Quantitative assessment of neovascularization in P17 mice exposed to a cycle of hyperoxia and room air (OIR). A and B are collagen IV stained wholemount retinas, while C and D are HE/PAS stained eye sections prepared from P17 wild type and PECAM-1-/- mice, respectively. The arrows indicate growth of new vascular tufts which are significantly diminished in PECAM-1-/- mice. The number of vascular cell nuclei present on the vitreous side of the retina penetrating the inner limiting membrane was determined as described in experimental Procedures (E). Data in each bar are the mean number of vascular cell nuclei in five eyes of five mice (error bars indicate standard deviation). Please note that there is a significant decrease in the degree of retinal neovascularization in PECAM-1-/- mice compared with wild type mice (P <0.01). Scale bar (A and B = 500 μm; C and D = 50 μm).

Figure 10

Assessment of VEGF levels in eyes from PECAM-1+/+ and PECAM-1 -/- mice.

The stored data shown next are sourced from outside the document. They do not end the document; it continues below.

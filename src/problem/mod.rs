//! One compiled problem, end to end: a bundled template or an equation set of one's
//! own, checked and compiled once ([`Problem::compile`]), then solved, evaluated,
//! sampled, scanned for every root, swept and differentiated as often as wanted.
//!
//! Units are converted once on the way in (every known and the unknown's guesses and
//! bounds to SI) and once on the way out (every x of every result to the unit the
//! caller chose); the solve in between knows no units. The page and the bindings hold
//! no numerics: what they show comes from here.
//!
//! ```
//! use tacit::problem::{Problem, ProblemSpec, SolveOptions};
//! let spec: ProblemSpec = tacit::problem::spec::from_json("spec",
//!     r#"{"equations": "h = L*f*v^2/(2*g*D)", "knowns": {"h": 3, "L": 100, "f": 0.02, "g": 9.81, "D": 0.1},
//!        "unknown": "v", "units": {"v": "m/s"}}"#).unwrap();
//! let p = Problem::compile(&spec).unwrap();
//! let r = p.solve(&SolveOptions::default()).unwrap();
//! assert!(r.converged);
//! assert!((r.root.unwrap() - (3.0 * 2.0 * 9.81 * 0.1 / (100.0 * 0.02f64)).sqrt()).abs() < 1e-9);
//! ```

pub mod report;
pub mod spec;

use std::collections::BTreeMap;

use crate::equations::quantities::{self, VariableUnits};
use crate::equations::{default_guesses, EquationSet, SetSolution, UnknownSpec};
use crate::error::InputError;
use crate::methods::{Options, Start};
use crate::outcome::Status;
use crate::roots_in_range::{roots_in_range, ScanOptions, MAX_SAMPLES};
use crate::templates::{self, TemplateRequest, TemplateSolution};
use crate::tolerances::Bounds;
use crate::uncertainty::Distribution;
use crate::units;

pub use report::{
    CertificateReport, Conversion, HistoryReport, RangeRootReport, RootsReport, SampleReport,
    SolveReport, SweepReport,
};
pub use spec::{Known, ProblemSpec, Quantity, RootsOptions, SolveOptions, SweepSpec, UnknownInput};

/// Longest equation text accepted, in characters.
pub const MAX_EQUATION_CHARS: usize = 100_000;
/// Most points of one sweep.
pub const MAX_SWEEP_POINTS: usize = 100_000;
/// Most points of one sample of f.
pub const MAX_SAMPLE_POINTS: usize = 100_000;
/// Longest name or unit accepted.
pub const MAX_NAME_CHARS: usize = 200;

/// A compiled problem.
pub struct Problem {
    kind: Kind,
    /// The knowns that carry an uncertainty, in name order.
    uncertain: Vec<Uncertain>,
}

/// A known's standard uncertainty, read and checked.
#[derive(Debug, Clone, PartialEq)]
struct Uncertain {
    name: String,
    /// In the known's unit (`unit`), absolute.
    standard: f64,
    unit: Option<String>,
    /// SI per unit of the known (a difference: no offset).
    factor: f64,
    distribution: Distribution,
}

enum Kind {
    Template(Box<templates::Compiled>),
    Equations(Box<Equations>),
}

/// An equation set with its knowns, unknowns and units, checked.
struct Equations {
    set: EquationSet,
    /// Knowns in their units (as `units` says).
    knowns: Vec<(String, f64)>,
    /// Unknowns with guesses and bounds in their units.
    unknowns: Vec<UnknownSpec>,
    units: VariableUnits,
    /// The unit text of every name that has one.
    unit_text: BTreeMap<String, String>,
}

fn short(text: &str, place: &str) -> Result<(), InputError> {
    if text.chars().count() > MAX_NAME_CHARS {
        return Err(InputError::new(
            "bad-request",
            format!("{place} is longer than {MAX_NAME_CHARS} characters"),
        ));
    }
    Ok(())
}
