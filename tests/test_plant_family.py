"""Plant families: safe expressions, [parameters], [[operating_points]] and their refusals."""

import math

import numpy as np
import pytest
import sympy
from hypothesis import given, settings
from hypothesis import strategies as st

from gainboard.core import (
    MAX_EXPRESSION_LENGTH,
    PlantError,
    load_plant_file,
    parse_expression,
    parse_plant_family_text,
    parse_plant_text,
)

SPRING_MASS = """
name = "spring and mass"
[parameters.mass]
nominal = 2.0
low = 1.0
high = 4.0
unit = "kg"
description = "payload"
[parameters.spring]
nominal = 8.0
std = 0.5
unit = "N/m"
[model]
A = [[0.0, 1.0], ["-spring / mass", -0.5]]
B = [[0.0], ["1 / mass"]]
[[operating_points]]
name = "empty"
values = { mass = 1.0 }
[[operating_points]]
name = "full"
values = { mass = 4.0, spring = 9.0 }
"""


def test_importing_the_core_loads_no_distributed_engine_or_progress_bar():
    import subprocess
    import sys

    # Dask is imported only where a distributed run is set up, tqdm only by the command line
    code = ("import sys, gainboard.core; "
            "print(sorted(m for m in ('dask', 'distributed', 'tqdm', 'panel') if m in sys.modules))")
    out = subprocess.run([sys.executable, "-c", code], capture_output=True, text=True, check=True).stdout
    assert out.strip() == "[]"


# -- the safe evaluator ---------------------------------------------------------------------------


@pytest.mark.parametrize(
    "text, reason",
    [
        ("mass.__class__", "attribute access"),
        ("mass.real", "attribute access"),
        ("mass[0]", "subscripts"),
        ("(lambda: 1)()", "call of something other"),
        ("lambda x: x", "lambda"),
        ("__import__('os')", "call of something other"),
        ("__builtins__", "names starting with __"),
        ("open('x')", "call of something other"),
        ("sqrt(mass, 2)", "exactly one argument"),
        ("sqrt(x=mass)", "exactly one argument"),
        ("mass if mass else 1", "if/else"),
        ("mass < 1", "comparisons"),
        ("mass and 1", "and/or"),
        ("'abc'", "only numbers"),
        ("mass % 2", "operator %"),
        ("mass // 2", "operator //"),
        ("mass @ mass", "operator @"),
        ("~mass", "operator Invert"),
        ("not mass", "operator Not"),
        ("[mass]", "lists"),
        ("(mass, 1)", "tuples"),
        ("{1: 2}", "dictionaries"),
        ("[x for x in ()]", "comprehensions"),
        ("(y := 2)", "assignments"),
        ("f'{mass}'", "f-strings"),
        ("sqrt", "without calling it"),
        ("1j * mass", "only numbers"),
        ("True + mass", "only numbers"),
    ],
)
def test_the_evaluator_refuses_each_construct_outside_the_admitted_list(text, reason):
    with pytest.raises(PlantError, match=rf"A row 1, column 1: .* uses .*{reason}"):
        parse_expression(text, {"mass"}, "A row 1, column 1")


def test_the_evaluator_refuses_unknown_names_and_lists_the_parameters():
    with pytest.raises(PlantError, match=r"B row 2.*unknown name 'masss'.*parameters are: mass, spring"):
        parse_expression("1 / masss", {"mass", "spring"}, "B row 2, column 1")


def test_the_evaluator_refuses_text_longer_than_the_limit():
    text = "+".join(["mass"] * (MAX_EXPRESSION_LENGTH // 4))
    assert len(text) > MAX_EXPRESSION_LENGTH
    with pytest.raises(PlantError, match=rf"characters long; at most {MAX_EXPRESSION_LENGTH}"):
        parse_expression(text, {"mass"}, "A")


def test_the_evaluator_refuses_syntax_errors_and_empty_text():
    with pytest.raises(PlantError, match="not an arithmetic expression"):
        parse_expression("mass +", {"mass"}, "A")
    with pytest.raises(PlantError, match="empty"):
        parse_expression("  ", {"mass"}, "A")
    with pytest.raises(PlantError, match="not an arithmetic expression"):
        parse_expression("x = 1", {"x"}, "A")


# Grammar of admitted expressions, for property tests; sympy is the outside reference evaluator.
_names = st.sampled_from(["mass", "spring", "pi"])
_numbers = st.floats(0.1, 10.0).map(lambda v: repr(round(v, 3)))
_leaves = st.one_of(_names, _numbers)


def _combine(children):
    binary = st.tuples(children, st.sampled_from(["+", "-", "*", "/"]), children).map(lambda t: f"({t[0]} {t[1]} {t[2]})")
    unary = children.map(lambda c: f"-({c})")
    call = st.tuples(st.sampled_from(["exp", "sin", "cos"]), children).map(lambda t: f"{t[0]}({t[1]} / 10)")
    return st.one_of(binary, unary, call)


_expressions = st.recursive(_leaves, _combine, max_leaves=8)


@settings(deadline=None, max_examples=60)
@given(_expressions)
def test_admitted_expressions_evaluate_as_sympy_evaluates_them(text):
    values = {"mass": 1.7, "spring": 3.25}
    ours = float(parse_expression(text, values, "A").evaluate(values))
    # reference: sympy parses the same (generated, trusted) text and evaluates it exactly
    reference = float(sympy.sympify(text, locals={"pi": sympy.pi}).subs(values).evalf(30))
    assert ours == pytest.approx(reference, rel=1e-9, abs=1e-12)


_forbidden_inserts = st.sampled_from([
    "{0}.__class__", "{0}[0]", "{0}.real", "abs({0})", "(lambda: {0})()", "__x__ + {0}", "{0} if 1 else 2",
    "{0} < 2", "{0} % 3", "({0}, 1)", "'{0}'", "getattr({0}, 'x')", "{0} or 1", "sqrt(x={0})", "max({0}, 1)",
    "[{0}][0]", "{0} // 2", "not {0}", "eval('{0}')",
])


@settings(deadline=None, max_examples=80)
@given(_expressions, _forbidden_inserts, st.booleans())
def test_any_expression_with_a_forbidden_construct_inside_is_refused(valid, template, wrap):
    text = template.format(valid)
    if wrap:
        text = f"1 + ({text}) * mass"
    if len(text) > MAX_EXPRESSION_LENGTH:
        text = template.format("mass")
    with pytest.raises(PlantError, match="uses|unknown name"):
        parse_expression(text, {"mass", "spring"}, "A")


def test_evaluation_on_arrays_gives_nonfinite_values_instead_of_raising():
    expression = parse_expression("1 / mass + log(mass)", {"mass"}, "A")
    values = expression.evaluate({"mass": np.array([1.0, 0.0, -1.0])})
    assert values[0] == 1.0 and not np.isfinite(values[1]) and not np.isfinite(values[2])


# -- plant files with parameters and operating points -------------------------------------------


def test_the_nominal_model_substitutes_every_nominal_value():
    family = parse_plant_family_text(SPRING_MASS)
    np.testing.assert_array_equal(family.nominal.A, [[0.0, 1.0], [-4.0, -0.5]])
    np.testing.assert_array_equal(family.nominal.B, [[0.0], [0.5]])
    # every single-model reader returns the same nominal model
    np.testing.assert_array_equal(parse_plant_text(SPRING_MASS).A, family.nominal.A)
    assert [model.name for model in family.models()] == ["nominal", "empty", "full"]


def test_operating_points_take_their_values_and_nominal_for_the_rest():
    family = parse_plant_family_text(SPRING_MASS)
    empty, full = family.model("empty"), family.model("full")
    assert empty.values == {"mass": 1.0, "spring": 8.0}
    np.testing.assert_array_equal(empty.plant.A[1], [-8.0, -0.5])
    np.testing.assert_array_equal(full.plant.A[1], [-9.0 / 4.0, -0.5])
    np.testing.assert_array_equal(full.plant.B[:, 0], [0.0, 0.25])
    # the default disturbance enters like the input, so it follows B at every point
    np.testing.assert_array_equal(full.plant.disturbance_matrix, full.plant.B)


def test_matrix_stacks_match_the_plant_of_each_sample():
    family = parse_plant_family_text(SPRING_MASS)
    masses, springs = np.array([1.0, 2.5, 3.9]), np.array([7.0, 8.0, 9.5])
    stacks = family.matrix_stacks({"mass": masses, "spring": springs})
    for i in range(3):
        plant = family.plant_at({"mass": masses[i], "spring": springs[i]})
        np.testing.assert_array_equal(stacks.A[i], plant.A)
        np.testing.assert_array_equal(stacks.B[i], plant.B)
    assert stacks.evaluable.all()


def test_a_sample_that_cannot_be_evaluated_is_flagged_with_its_entry():
    family = parse_plant_family_text(SPRING_MASS.replace("low = 1.0", "low = 0.0"))
    stacks = family.matrix_stacks({"mass": np.array([0.0, 2.0])})
    assert stacks.evaluable.tolist() == [False, True]
    assert stacks.first_bad_entry[0] == "[model] A row 2, column 1"


def _with(text, old, new):
    assert old in text
    return text.replace(old, new, 1)


@pytest.mark.parametrize(
    "change, message",
    [
        (("low = 1.0", "low = 5.0"), r"\[parameters.mass\]: low = 5 is above high = 4"),
        (("nominal = 2.0", "nominal = 5.0"), r"\[parameters.mass\]: nominal = 5 lies outside its range"),
        (("std = 0.5", "std = -0.5"), r"\[parameters.spring\]: std = -0.5 is negative"),
        (("nominal = 2.0\n", ""), r"\[parameters.mass\] must give nominal"),
        (("unit = \"kg\"", "units = \"kg\""), r"\[parameters.mass\] has unknown key\(s\) \['units'\]"),
        (("high = 4.0\n", ""), r"\[parameters.mass\]: a uniform range needs both low and high"),
        (("\"1 / mass\"", "\"1 / (mass - 2)\""), r"B row 2, column 1: '1 / \(mass - 2\)' is not a finite number at the nominal"),
        (("\"1 / mass\"", "\"1 / (mass - 4)\""), r"B row 2, column 1.*operating point 'full'"),
        (("\"1 / mass\"", "\"1 / weight\""), r"B row 2, column 1.*unknown name 'weight'"),
        (("\"1 / mass\"", "\"mass.__class__\""), r"B row 2, column 1.*attribute access"),
        (("values = { mass = 1.0 }", "values = { load = 1.0 }"), r"operating point 'empty' sets unknown parameter"),
        (("name = \"empty\"", "name = \"full\""), r"operating point 'full' appears twice"),
        (("name = \"empty\"", "name = \"nominal\""), r"the name 'nominal' is kept for the nominal model"),
        (("[parameters.mass]", "[parameters.__mass]"), r"a parameter name must be a plain identifier"),
        (("[parameters.mass]", "[parameters.pi]"), r"'pi' is a built-in name"),
    ],
)
def test_bad_family_input_is_refused_with_the_entry_or_parameter_named(change, message):
    with pytest.raises(PlantError, match=message):
        parse_plant_family_text(_with(SPRING_MASS, *change))


def test_every_single_model_reader_refuses_the_same_bad_family():
    with pytest.raises(PlantError, match=r"my.toml: \[parameters.mass\]: low = 5"):
        parse_plant_text(_with(SPRING_MASS, "low = 1.0", "low = 5.0"), "my.toml")


def test_a_plain_plant_file_is_a_family_of_one(tmp_path):
    path = tmp_path / "plain.toml"
    path.write_text("[model]\nA = [[-1.0]]\nB = [[1.0]]\n")
    from gainboard.core import load_plant_family_file

    family = load_plant_family_file(path)
    assert family.parameters == () and [m.name for m in family.models()] == ["nominal"]
    np.testing.assert_array_equal(family.nominal.A, load_plant_file(path).A)


def test_truncated_normal_samples_stay_inside_their_range_and_match_the_scipy_distribution():
    import scipy.stats

    family = parse_plant_family_text(SPRING_MASS.replace("std = 0.5", "std = 0.5\nlow = 7.5\nhigh = 9.0"))
    spring = family.parameter("spring")
    u = (np.arange(20_000) + 0.5) / 20_000
    values = spring.from_unit_interval(u)
    assert values.min() >= 7.5 and values.max() <= 9.0
    # reference: scipy.stats.truncnorm's quantiles of the same truncated normal
    reference = scipy.stats.truncnorm((7.5 - 8.0) / 0.5, (9.0 - 8.0) / 0.5, loc=8.0, scale=0.5).ppf(u)
    np.testing.assert_allclose(values, reference, rtol=0, atol=1e-9)
    assert math.isclose(family.parameter("mass").from_unit_interval(np.array([0.25]))[0], 1.75)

Eye extracts prepared from PECAM-1+/+ and PECAM-1-/- P15 mice (5 days of hyperoxia and 3 days of normoxia) were analyzed by SDS-PAGE and western blotting as described in Experimental Procedures. β-catenin was used as a loading control. These experiments were repeated twice with eyes from three different mice with similar results.

Figure 11

Reduced expression of eNOS in retinal vasculature of PECAM-1-/- mice. Retinal frozen sections prepared from P15 PECAM-1+/+ (A and C) and PECAM-1-/- (B and D) grown in room air (A and B) or exposed to OIR (5 days of hyperoxia and 3 days of room air) (C and D) were stained with an antibody to eNOS as described in Methods. All exposures were identical. Please note the PECAM-1+/+ retinal vasculature stained significantly stronger for eNOS, especially during OIR, when retinal neovascularization is occurring (arrows). These experiments were repeated three times with eyes from three different mice. Scale bar = 100 μm.